What is required ▸ Only the lines of the data holding the string "commaInside" need to be returned.

↓

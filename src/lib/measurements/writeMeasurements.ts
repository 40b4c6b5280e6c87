import type { Measured, MeasuredPoint, MeasurementsInput } from './types';

const number = (value: number) => (Object.is(value, -0) ? '-0' : String(value));

/** Words that could be read as something else, or that run over lines, go as JSON. */
const words = (text: string) =>
	text.startsWith('"') || /[\r\n]/.test(text) || text !== text.trim() ? JSON.stringify(text) : text;

const measured = ({ value, error }: Measured) =>
	error === null ? number(value) : `${number(value)} ± ${number(error)}`;

const cell = (text: string) => (/[",\r\n]/.test(text) ? `"${text.replaceAll('"', '""')}"` : text);

const optional = ['gas', 'disc', 'bulge'] as const;

/**
 * A table as CSV (RFC 4180, lines ended by a line feed) with the facts about it in comments above.
 * Reading it with `readMeasurements` gives the same table back, to the last digit.
 */
export function writeMeasurements(table: MeasurementsInput): string {
	const { name, source, radiusUnit, speedUnit, distance, inclination, rows } = table;
	const lines = [`# name: ${words(name)}`, `# source: ${words(source)}`];
	if (distance) lines.push(`# distance: ${measured(distance)} Mpc`);
	if (inclination) lines.push(`# inclination: ${measured(inclination)} degrees`);
	lines.push(`# radius unit: ${radiusUnit}`, `# speed unit: ${speedUnit}`);
	const extra = optional.filter((role) => rows.some((row) => row[role] !== undefined));
	const leftOut = rows.some((row) => row.leftOut !== undefined);
	lines.push(
		[
			`radius (${radiusUnit})`,
			`speed (${speedUnit})`,
			`error (${speedUnit})`,
			...extra.map((role) => `${role} (${speedUnit})`),
			...(leftOut ? ['left out'] : [])
		].join(',')
	);
	const line = (row: MeasuredPoint) =>
		[
			number(row.radius),
			number(row.speed),
			number(row.error),
			...extra.map((role) => (row[role] === undefined ? '' : number(row[role]))),
			...(leftOut ? [cell(row.leftOut ?? '')] : [])
		].join(',');
	for (const row of rows) lines.push(line(row));
	return `${lines.join('\n')}\n`;
}
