import { usesDecimalComma } from './cells';
import { roleByName } from './columnNames';
import { findHeader, type FoundHeader } from './findHeader';
import { findSeparator, mostCommon, withoutEmptyEnd } from './findSeparator';
import { mostRows } from './limits';
import type { ReadChoices, Separator } from './reading';
import { recordsOf, type TableRecord } from './records';
import type { TextLines } from './splitText';

/** How a table is written: what parts its cells, what names them, how many there are. */
export interface TableShape {
	separator: Separator;
	header: FoundHeader;
	/** Lines under the headings; at most some more than a table may have. */
	table: TableRecord[];
	/** The first of them that are whole. */
	first: TableRecord[];
	/** Cells a row may have, and those it must have. */
	count: number;
	least: number;
	decimalComma: boolean;
}

/** Lines that are looked at to find out how the table is written, and how much of each. */
const looked = 200;
const lookedLength = 2000;

function recordsUpTo(lines: TextLines['lines'], separator: Separator): TableRecord[] {
	const records: TableRecord[] = [];
	for (const record of recordsOf(lines, separator)) {
		records.push(record);
		if (records.length > mostRows + looked) break;
	}
	return records;
}

/** Finds how the lines of a text are written, as far as `choices` leave it open. */
export function tableShape({ lines, comments }: TextLines, choices: ReadChoices): TableShape {
	const top = lines.slice(0, looked).map(({ text }) => text.slice(0, lookedLength));
	const separator = choices.separator ?? findSeparator(top);
	const records = recordsUpTo(lines, separator);
	const sample = records.slice(0, looked);
	const filledOf = ({ cells }: TableRecord) => withoutEmptyEnd(cells).length;
	const usual = mostCommon(sample.filter(({ fault }) => fault === null).map(filledOf));
	const header = findHeader(sample, comments, separator, usual, choices.header);
	const table = records.slice(header.before);
	const first = table.filter(({ fault }) => fault === null).slice(0, looked);
	const length = mostCommon(first.map(({ cells }) => cells.length));
	const filled = first.reduce((most, record) => Math.max(most, filledOf(record)), 0);
	const count = Math.max(header.headings?.length ?? 0, Math.min(length, filled));
	// A reason may be “1,5”: words say nothing of how numbers are written.
	const isWords = (column: number) =>
		roleByName(header.headings?.[column]?.name ?? '')?.role === 'left out';
	const numbers = first.flatMap(({ cells }) => cells.filter((_, i) => !isWords(i)));
	return {
		separator,
		header,
		table,
		first,
		count,
		least: Math.min(count, length),
		decimalComma: choices.decimalComma ?? usesDecimalComma(numbers)
	};
}
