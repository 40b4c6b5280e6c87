/** What a file begins with that is no table of text, and what to do about it. */
const otherFiles: readonly [bytes: readonly number[], words: string][] = [
	[
		[0x50, 0x4b, 0x03, 0x04],
		'This is a spreadsheet or a ZIP file. Save the table as CSV and bring that.'
	],
	[
		[0xd0, 0xcf, 0x11, 0xe0],
		'This is an old spreadsheet file. Save the table as CSV and bring that.'
	],
	[[0x25, 0x50, 0x44, 0x46], 'This is a PDF. Copy the table out of it and paste it here.'],
	[[0x1f, 0x8b], 'This file is compressed. Unpack it first.'],
	[[0x89, 0x50, 0x4e, 0x47], 'This is a picture. Bring the table as text.']
];

const begins = (bytes: Uint8Array, with_: readonly number[]) =>
	with_.every((byte, i) => bytes[i] === byte);

function encodingOf(bytes: Uint8Array): string {
	if (begins(bytes, [0xff, 0xfe])) return 'utf-16le';
	if (begins(bytes, [0xfe, 0xff])) return 'utf-16be';
	return 'utf-8';
}

/** Bytes of a text file; UTF-8, UTF-16 with its mark, or else the old Windows set. Marks are taken off. */
export function decodeText(bytes: Uint8Array): { text: string } | { problem: string } {
	const other = otherFiles.find(([start]) => begins(bytes, start));
	if (other) return { problem: other[1] };
	const encoding = encodingOf(bytes);
	if (encoding === 'utf-8' && bytes.includes(0)) {
		return { problem: 'This is not a text file. Save the table as CSV and bring that.' };
	}
	try {
		return { text: new TextDecoder(encoding, { fatal: true }).decode(bytes) };
	} catch (error) {
		if (!(error instanceof TypeError)) throw error;
		return { text: new TextDecoder('windows-1252').decode(bytes) };
	}
}
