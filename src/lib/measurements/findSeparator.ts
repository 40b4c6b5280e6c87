import { isMissing, isNumeric } from './cells';
import { roleByName } from './columnNames';
import { splitHeading } from './headingUnits';
import { separators, type Separator } from './reading';
import { splitLine } from './splitLine';

/** What occurs most often; 0 for none. */
export function mostCommon(counts: readonly number[]): number {
	const times = new Map<number, number>();
	for (const count of counts) times.set(count, (times.get(count) ?? 0) + 1);
	let best = 0;
	for (const [count, n] of times) if (n > (times.get(best) ?? 0)) best = count;
	return best;
}

/** Whether some line names two columns or more: that is no accident. */
const namesColumns = (split: readonly string[][]): boolean =>
	split.some((cells) => cells.filter((cell) => roleByName(splitHeading(cell).name)).length >= 2);

/** Share of the cells that are numbers, over lines of the usual length, and 1 more for headings. */
function score(lines: readonly string[], separator: Separator): number {
	const split = lines.map((line) => withoutEmptyEnd(splitLine(line, separator).cells));
	const usual = mostCommon(split.map((cells) => cells.length));
	if (usual < 2) return 0;
	const kept = split.filter((cells) => cells.length === usual);
	const good = kept.map((cells) => {
		const filled = cells.filter((cell) => !isMissing(cell));
		const numbers = filled.filter(isNumeric).length;
		return numbers < 2 ? 0 : numbers / filled.length;
	});
	const named = namesColumns(split.slice(0, 20)) ? 1 : 0;
	return named + good.reduce((sum, share) => sum + share, 0) / lines.length;
}

/** Cells without the empty ones at the end, which stray separators leave. */
export function withoutEmptyEnd(cells: readonly string[]): string[] {
	let end = cells.length;
	while (end > 0 && cells[end - 1].trim() === '') end--;
	return cells.slice(0, end);
}

/** The separator that makes the most numbers of some lines; on a tie the one that is no accident. */
export function findSeparator(lines: readonly string[]): Separator {
	let best: Separator = 'comma';
	let most = 0;
	for (const separator of separators) {
		const reached = score(lines, separator);
		if (reached > most + 1e-9) [best, most] = [separator, reached];
	}
	return best;
}
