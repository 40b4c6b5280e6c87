import type { Measured, MeasuredPoint, RadiusUnit, SpeedUnit } from './types';

/** What a column can be; null where it is not used. */
export const columnRoles = [
	'radius',
	'speed',
	'error',
	'gas',
	'disc',
	'bulge',
	'left out'
] as const;
export type ColumnRole = (typeof columnRoles)[number];

export const separators = ['tab', 'semicolon', 'comma', 'bar', 'blanks'] as const;
/** What stands between two cells of a line. */
export type Separator = (typeof separators)[number];

/** What a person decides in place of what was found. */
export interface ReadChoices {
	separator?: Separator;
	/** Whether 1,5 is one and a half. */
	decimalComma?: boolean;
	/** Whether the first line that is no comment names the columns. */
	header?: boolean;
	/** Role of each column in their order; null: not used. */
	roles?: readonly (ColumnRole | null)[];
	radiusUnit?: RadiusUnit;
	speedUnit?: SpeedUnit;
	/** Mpc; null says that there is none, whatever the comments say. */
	distance?: Measured | null;
	/** One standard error for every row, for tables without a column of errors. */
	sameError?: number;
}

export interface ColumnRead {
	/** As it stands over the column; null without a heading. */
	heading: string | null;
	/** Unit in the heading, as it was written. */
	unit: string | null;
	role: ColumnRole | null;
	/** Why it got this role, in words. */
	why: string;
	/** First cells, as they came. */
	sample: string[];
}

export interface RefusedLine {
	/** From 1, in the file as it came. */
	line: number;
	/** The line, cut where it is long. */
	text: string;
	reason: string;
}

export interface UnitRead<T> {
	unit: T;
	why: string;
}

/** A text as a table of observed speeds. */
export interface MeasurementsRead {
	/** Why nothing can be saved as it stands, and what to do; null where it can. */
	problem: string | null;
	separator: Separator;
	decimalComma: boolean;
	/** Headings of the columns; null without. */
	header: string[] | null;
	columns: ColumnRead[];
	radiusUnit: UnitRead<RadiusUnit>;
	speedUnit: UnitRead<SpeedUnit>;
	/** From comments; null where they do not say. */
	name: string | null;
	source: string | null;
	distance: Measured | null;
	inclination: Measured | null;
	/** In the units above. */
	rows: MeasuredPoint[];
	/** Line of each row, from 1. */
	lines: number[];
	refused: RefusedLine[];
	/** Without their signs. */
	comments: string[];
}
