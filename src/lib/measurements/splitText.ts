import { longestLine } from './limits';

export interface TextLine {
	/** From 1. */
	number: number;
	text: string;
}

export interface TextLines {
	/** Lines that may be rows or headings. */
	lines: TextLine[];
	/** Comment lines without their signs. */
	comments: TextLine[];
}

const commentSign = /^(?:#+|!+|%+|\/\/+)\s?/;
/** A line that only draws a rule. */
const rule = /^[-=_+|:\s]*[-=_]{3,}[-=_+|:\s]*$/;

/** Parts a text into its lines, comments and the rest; empty lines and rules fall away. */
export function splitText(text: string): TextLines {
	const lines: TextLine[] = [];
	const comments: TextLine[] = [];
	const parts = text.replace(/^\uFEFF/, '').split(/\r\n|\n|\r/);
	for (const [i, part] of parts.entries()) {
		const trimmed = part.length > longestLine ? part : part.trim();
		if (trimmed === '') continue;
		const number = i + 1;
		if (trimmed.length <= longestLine && rule.test(trimmed)) continue;
		const sign = commentSign.exec(trimmed);
		if (sign) comments.push({ number, text: trimmed.slice(sign[0].length, longestLine) });
		else lines.push({ number, text: part });
	}
	return { lines, comments };
}
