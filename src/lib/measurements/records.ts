import { longestLine } from './limits';
import type { Separator } from './reading';
import { splitLine } from './splitLine';
import type { TextLine } from './splitText';

/** A line, or several that one quoted cell holds together, as cells. */
export interface TableRecord {
	/** Where it begins, from 1. */
	line: number;
	text: string;
	cells: string[];
	/** Why it can be no row; null where it can. */
	fault: string | null;
}

/** Lines one quoted cell may run over. */
const mostJoined = 20;

function readRecord(
	lines: readonly TextLine[],
	at: number,
	separator: Separator
): { record: TableRecord; next: number } {
	const { number: line, text } = lines[at];
	const record: TableRecord = { line, text, cells: [], fault: null };
	if (text.length > longestLine) {
		record.fault = `The line is ${text.length.toLocaleString('en-GB')} characters long, which no row of a table is.`;
		return { record, next: at + 1 };
	}
	let joined = text;
	for (let next = at + 1; next <= at + mostJoined; next++) {
		const split = splitLine(joined, separator);
		if (!split.open) {
			record.cells = split.cells;
			record.text = joined;
			return { record, next };
		}
		if (next >= lines.length || joined.length > longestLine) break;
		joined += `\n${lines[next].text}`;
	}
	record.fault = 'A quote is opened and never closed.';
	return { record, next: at + 1 };
}

/** Lines as cells, one after the other, so that nobody reads more of them than needed. */
export function* recordsOf(
	lines: readonly TextLine[],
	separator: Separator
): Generator<TableRecord> {
	for (let at = 0; at < lines.length;) {
		const { record, next } = readRecord(lines, at, separator);
		yield record;
		at = next;
	}
}
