/** A number as tables write it; D is Fortran's sign for a power of ten. */
const pointed = /^[+-]?(?:\d+\.?\d*|\.\d+)(?:[eEdD][+-]?\d+)?$/;
const withComma = /^[+-]?(?:\d+,?\d*|,\d+)(?:[eEdD][+-]?\d+)?$/;
/** A comma between digits, and a point between digits: they tell which of them parts the decimals. */
const commaInside = /^[+-]?\d*,\d+(?:[eEdD][+-]?\d+)?$/;
const pointInside = /^[+-]?\d*\.\d*(?:[eEdD][+-]?\d+)?$/;

/** Longer cells are no numbers. */
const longestNumber = 60;

const missing = new Set([
	'',
	'-',
	'--',
	'---',
	'–',
	'—',
	'...',
	'na',
	'n/a',
	'nan',
	'null',
	'none'
]);

export const isMissing = (cell: string): boolean =>
	cell.length <= longestNumber && missing.has(cell.trim().toLowerCase());

/** @returns NaN for what is no number; infinite for what is too large to be one */
export function numberIn(cell: string, decimalComma: boolean): number {
	const text = cell
		.trim()
		.replace(/^−/, '-')
		.replace(/([eEdD])−/, '$1-');
	if (!(decimalComma ? withComma : pointed).test(text)) return NaN;
	return Number(text.replace(',', '.').replace(/[dD]/, 'e'));
}

/** Whether it is a number by either way of writing decimals. */
export const isNumeric = (cell: string): boolean =>
	!Number.isNaN(numberIn(cell, false)) || !Number.isNaN(numberIn(cell, true));

/** Whether cells part their decimals by a comma: some do, and none by a point. */
export function usesDecimalComma(cells: Iterable<string>): boolean {
	let commas = 0;
	for (const cell of cells) {
		const text = cell.trim();
		if (pointInside.test(text)) return false;
		if (commaInside.test(text)) commas++;
	}
	return commas > 0;
}
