import { ROUTES } from '$lib/schemas/v1/route-table';
import { listEvents } from '$lib/server/api/feed';
import { siteRoute } from '$lib/server/api/route';

export const GET = siteRoute(
	ROUTES['GET /sites/{site}/events'],
	async ({ app, site, reach, query, nowMs }) => {
		const { after, from, to, bay, limit, cursor } = query;
		const effective = query.effective ?? false;
		const personal = reach.personalAllowed;
		const filter = { site, personal, nowMs, after, from, to, bay, effective };
		return await listEvents(app, { ...filter, limit, cursor });
	}
);
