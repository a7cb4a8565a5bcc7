import { createHash, timingSafeEqual } from 'node:crypto';
import type { RequestHandler } from '@sveltejs/kit';
import { instance } from '$lib/server/api/instance';
import { metrics } from '$lib/server/api/metrics';
import { problem, problemResponse } from '$lib/server/api/problem';
import { bearerOf } from '$lib/server/auth/api-key';

const digest = (text: string): Buffer => createHash('sha256').update(text).digest();

/** Prometheus text, by LODEKEEP_METRICS_TOKEN as Bearer; without that setting there is no such page. */
export const GET: RequestHandler = async ({ request }) => {
	const { metricsToken } = instance().config;
	if (metricsToken === null) return problemResponse(problem(404, 'Metrics are switched off.'));
	const given = bearerOf(request.headers.get('authorization'));
	if (given === null || !timingSafeEqual(digest(given), digest(metricsToken))) {
		const challenge = { 'www-authenticate': 'Bearer realm="metrics"' };
		return problemResponse(problem(401, 'Send the metrics token.', { headers: challenge }));
	}
	const { registry } = metrics();
	return new Response(await registry.metrics(), {
		headers: { 'content-type': registry.contentType, 'cache-control': 'no-store' }
	});
};
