import { errorWords } from '$lib/format/messages/error';
import { error } from '@sveltejs/kit';
import { FITTERS } from '$lib/schemas/visits';
import { instance } from '$lib/server/api/instance';
import { requirePage } from '$lib/server/auth/require-page';
import { walkView } from '$lib/server/visits/walk-view';
import type { PageServerLoad } from './$types';

export const load: PageServerLoad = async ({ locals, params }) => {
	const { reach, site } = await requirePage(locals, { roles: FITTERS, site: params.site });
	const visitId = Number(params.id);
	const walk = Number.isInteger(visitId)
		? await walkView(instance().store, { site, reach, visitId }, Date.now())
		: null;
	if (walk === null) error(404, errorWords().noWalk);
	return { walk };
};
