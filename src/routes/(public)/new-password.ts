import { publicWords } from '$lib/format/messages/public';
import { z } from 'zod';

/** The form of a new password, typed twice. */
export const newPassword = z
	.object({
		ticket: z.string().max(200).catch(''),
		password: z.string().max(1000),
		again: z.string().max(1000)
	})
	.refine((form) => form.password === form.again, {
		error: () => publicWords().trouble.differ,
		path: ['again']
	});

export const troubleOf = (error: z.ZodError): string =>
	error.issues[0]?.message ?? publicWords().trouble.missing;
/** Why a password was not taken, as a sentence. */
export function passwordSentence(why: string): string {
	const said = publicWords().trouble;
	const [figure] = /\d+/.exec(why) ?? [];
	if (figure === undefined) return why.startsWith('not') ? said.own : said.different;
	return /^at most/.test(why) ? said.most(figure) : said.least(figure);
}
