import { ROUTES } from '$lib/schemas/v1/route-table';
import { listChanges } from '$lib/server/api/feed';
import { siteRoute } from '$lib/server/api/route';

export const GET = siteRoute(
	ROUTES['GET /sites/{site}/changes'],
	async ({ app, site, reach, query }) => {
		const { after, limit, cursor } = query;
		return await listChanges(app, { site, personal: reach.personalAllowed, after, limit, cursor });
	}
);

↑

Answer box ▸
const commaInside = /^[+-]?\d*,\d+(?:[eEdD][+-]?\d+)?$/;
		if (commaInside.test(text)) commas++;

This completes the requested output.